Evolving with the birth of the web and web-based businesses is the requirement for 24x7 uptime. Traditional RTOs have disappeared for certain business processes and support resources that support the organizations' web-based infrastructure. Unfortunately, simply preparing web-based applications for sustained 24x7 uptime is not the only answer. There is no question that application availability issues must be addressed, but it is also important that reliability and availability of other web-based infrastructure components, such as computer hardware, web-based networks, database file systems, web servers, file and print servers as well as preparing for the physical, environmental, and information security concerns relative to each of these (See RMR above) be undertaken. One other point here, which is where non-automated operations (i.e., mail room, certain back-office activities, etc.) should also receive the same degree of care as those automated processes. One of the lessons of 9/11 was that many firms had prepared recovery plans for computerized processes, but neglected manual processes. |
Similarly, sound practice seems to require core clearing and settlement organizations to establish recovery and resumption targets of two hours for critical activities. | |
|
When considering recovery for automated applications and processes, RTOs of less than eight hours, that is to say RTOs from one hour up to eight hours, tend to require substantial effort to achieve appropriate recovery alternative solutions.

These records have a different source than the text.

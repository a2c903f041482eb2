//! Layout of the folder that a run leaves, and identity.
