//! One writer a folder: an advisory lock on a file that says who holds it.

use super::fault::RecordFault;
use super::moment;
use std::fs::{File, OpenOptions, TryLockError};
use std::io::{ErrorKind, Read, Write};
use std::path::Path;

/// Held until dropped.
#[derive(Debug)]
pub struct Lock {
    _file: File,
}

impl Lock {
    /// Takes the lock, or says who has it.
    pub fn take(path: &Path) -> Result<Lock, RecordFault> {
        let disk = |fault: std::io::Error| RecordFault::disk("lock", path, &fault);
        let mut file = OpenOptions::new()
            .read(true)
            .write(true)
            .create(true)
            .truncate(false)
            .open(path)
            .map_err(|fault| match fault.kind() {
                ErrorKind::PermissionDenied | ErrorKind::ReadOnlyFilesystem => {
                    RecordFault::place(path, &fault)
                }
                _ => disk(fault),
            })?;
        match file.try_lock() {
            Ok(()) => {}
            Err(TryLockError::WouldBlock) => {
                let mut by = String::new();
                let _ = file.take(1000).read_to_string(&mut by);
                let by = match by.trim() {
                    "" => "another process".to_owned(),
                    by => by.to_owned(),
                };
                let path = path.parent().unwrap_or(path).to_owned();
                return Err(RecordFault::Held { path, by });
            }
            Err(TryLockError::Error(fault)) => return Err(disk(fault)),
        }
        let holder = format!(
            "process {} on {} since {}\n",
            std::process::id(),
            moment::host(),
            moment::now()
        );
        file.set_len(0)
            .and_then(|()| file.write_all(holder.as_bytes()))
            .map_err(disk)?;
        Ok(Lock { _file: file })
    }
}

#[cfg(test)]
mod tests {
    use super::*;

    #[test]
    fn a_second_writer_is_told_who_holds_it() {
        let folder = tempfile::tempdir().unwrap();
        let path = folder.path().join("lock");
        let first = Lock::take(&path).unwrap();
        let told = Lock::take(&path).unwrap_err().to_string();
        let process = format!("process {} on ", std::process::id());
        assert!(
            told.contains(&process) && told.contains(" since 20"),
            "{told}"
        );
        drop(first);
        Lock::take(&path).unwrap();
    }
}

So the answer to this question is yes. As with the firms that play significant roles in critical markets, the RTOs of two hours or less, likewise, require companies to make even more substantial investments in continuity planning arrangements (i.e., communications circuits, hardware, facilities, software, management systems, etc.). For automated operations mirrored processing using RAID technologies, failover processes, or even fully mirrored processing sites is really the only way to achieve less than four hour recoverability, so in these cases some sort of automated failover capability would be required. This calls into question the requirement for `Continuous or High Availability' systems and processes. See discussion above for further thoughts on Continuous Availability.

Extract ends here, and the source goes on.